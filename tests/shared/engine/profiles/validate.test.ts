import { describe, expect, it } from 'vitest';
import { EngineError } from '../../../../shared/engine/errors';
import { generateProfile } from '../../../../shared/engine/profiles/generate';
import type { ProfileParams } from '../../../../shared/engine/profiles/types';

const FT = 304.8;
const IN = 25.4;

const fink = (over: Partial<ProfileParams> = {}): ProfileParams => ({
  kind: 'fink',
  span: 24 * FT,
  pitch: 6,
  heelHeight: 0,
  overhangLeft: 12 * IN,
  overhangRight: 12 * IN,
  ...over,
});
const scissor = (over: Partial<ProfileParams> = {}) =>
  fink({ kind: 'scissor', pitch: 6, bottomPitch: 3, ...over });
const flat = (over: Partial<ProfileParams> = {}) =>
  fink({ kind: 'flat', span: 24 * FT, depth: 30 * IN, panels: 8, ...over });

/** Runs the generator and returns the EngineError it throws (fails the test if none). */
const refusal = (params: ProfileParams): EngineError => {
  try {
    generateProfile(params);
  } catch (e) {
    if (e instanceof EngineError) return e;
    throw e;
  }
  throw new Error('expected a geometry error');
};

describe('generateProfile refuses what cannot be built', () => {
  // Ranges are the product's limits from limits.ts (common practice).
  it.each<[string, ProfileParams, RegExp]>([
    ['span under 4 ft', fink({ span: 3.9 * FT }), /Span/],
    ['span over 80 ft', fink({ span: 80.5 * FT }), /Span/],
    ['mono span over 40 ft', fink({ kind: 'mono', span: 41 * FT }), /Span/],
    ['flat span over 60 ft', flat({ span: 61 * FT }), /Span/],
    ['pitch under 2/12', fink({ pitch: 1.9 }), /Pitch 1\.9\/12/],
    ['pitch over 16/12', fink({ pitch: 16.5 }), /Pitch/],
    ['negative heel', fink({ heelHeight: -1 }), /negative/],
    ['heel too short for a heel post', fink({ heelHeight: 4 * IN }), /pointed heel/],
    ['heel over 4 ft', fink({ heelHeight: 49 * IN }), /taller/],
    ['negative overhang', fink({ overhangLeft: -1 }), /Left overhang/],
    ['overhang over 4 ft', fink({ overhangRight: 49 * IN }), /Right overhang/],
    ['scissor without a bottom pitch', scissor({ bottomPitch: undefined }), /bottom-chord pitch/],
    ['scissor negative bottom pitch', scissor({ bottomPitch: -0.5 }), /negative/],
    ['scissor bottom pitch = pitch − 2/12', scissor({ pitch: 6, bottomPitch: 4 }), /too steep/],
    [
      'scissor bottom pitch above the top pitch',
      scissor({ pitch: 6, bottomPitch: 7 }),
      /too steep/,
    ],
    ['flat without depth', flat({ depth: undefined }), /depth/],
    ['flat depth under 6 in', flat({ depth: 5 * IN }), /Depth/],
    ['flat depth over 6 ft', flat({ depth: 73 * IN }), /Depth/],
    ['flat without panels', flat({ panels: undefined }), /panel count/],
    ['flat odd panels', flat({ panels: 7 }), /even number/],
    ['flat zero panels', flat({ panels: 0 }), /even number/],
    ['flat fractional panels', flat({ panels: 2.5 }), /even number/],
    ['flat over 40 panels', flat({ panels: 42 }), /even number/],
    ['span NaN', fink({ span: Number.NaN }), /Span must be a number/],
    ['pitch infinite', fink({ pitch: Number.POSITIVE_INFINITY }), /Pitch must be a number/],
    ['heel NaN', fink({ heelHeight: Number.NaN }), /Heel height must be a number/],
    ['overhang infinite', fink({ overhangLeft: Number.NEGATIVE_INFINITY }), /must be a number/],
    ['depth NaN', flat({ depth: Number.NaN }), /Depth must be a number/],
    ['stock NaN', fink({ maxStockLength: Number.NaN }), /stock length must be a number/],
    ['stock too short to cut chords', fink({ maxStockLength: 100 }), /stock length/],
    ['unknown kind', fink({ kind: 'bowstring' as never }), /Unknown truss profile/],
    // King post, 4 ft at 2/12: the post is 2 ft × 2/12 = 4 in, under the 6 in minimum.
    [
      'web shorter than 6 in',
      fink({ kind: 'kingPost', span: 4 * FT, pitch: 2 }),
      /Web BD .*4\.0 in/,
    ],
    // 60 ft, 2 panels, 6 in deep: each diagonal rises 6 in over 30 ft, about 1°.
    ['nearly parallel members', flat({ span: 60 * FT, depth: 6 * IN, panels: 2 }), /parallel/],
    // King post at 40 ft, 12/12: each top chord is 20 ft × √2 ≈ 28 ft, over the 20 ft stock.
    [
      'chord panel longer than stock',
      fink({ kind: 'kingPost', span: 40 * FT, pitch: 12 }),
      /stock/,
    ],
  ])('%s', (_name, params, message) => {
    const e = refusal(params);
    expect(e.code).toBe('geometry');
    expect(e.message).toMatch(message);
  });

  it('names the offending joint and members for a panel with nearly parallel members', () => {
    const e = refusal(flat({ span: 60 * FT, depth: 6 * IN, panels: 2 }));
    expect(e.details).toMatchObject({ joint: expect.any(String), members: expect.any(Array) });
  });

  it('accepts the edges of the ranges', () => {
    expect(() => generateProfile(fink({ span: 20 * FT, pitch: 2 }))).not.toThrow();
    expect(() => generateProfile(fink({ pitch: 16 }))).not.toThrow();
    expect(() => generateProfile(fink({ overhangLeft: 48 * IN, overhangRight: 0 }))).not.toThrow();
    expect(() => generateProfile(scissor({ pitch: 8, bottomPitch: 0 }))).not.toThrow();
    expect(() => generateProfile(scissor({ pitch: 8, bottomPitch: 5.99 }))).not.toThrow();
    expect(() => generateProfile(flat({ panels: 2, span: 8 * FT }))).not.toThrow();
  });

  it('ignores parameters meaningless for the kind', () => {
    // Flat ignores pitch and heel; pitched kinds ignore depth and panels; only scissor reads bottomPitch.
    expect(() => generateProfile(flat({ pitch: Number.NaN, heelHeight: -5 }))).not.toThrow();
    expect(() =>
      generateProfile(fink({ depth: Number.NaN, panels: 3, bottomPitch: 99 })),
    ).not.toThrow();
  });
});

• • • • •

PROBLEM DESCRIPTION: The lines above from the one containing "(_name, params, message)" through the one containing "it('names the offending" are to be set down exactly, and no others.

SOLUTION:
  ])('%s', (_name, params, message) => {
    const e = refusal(params);
    expect(e.code).toBe('geometry');
    expect(e.message).toMatch(message);
  });

  it('names the offending joint and members for a panel with nearly parallel members', () => {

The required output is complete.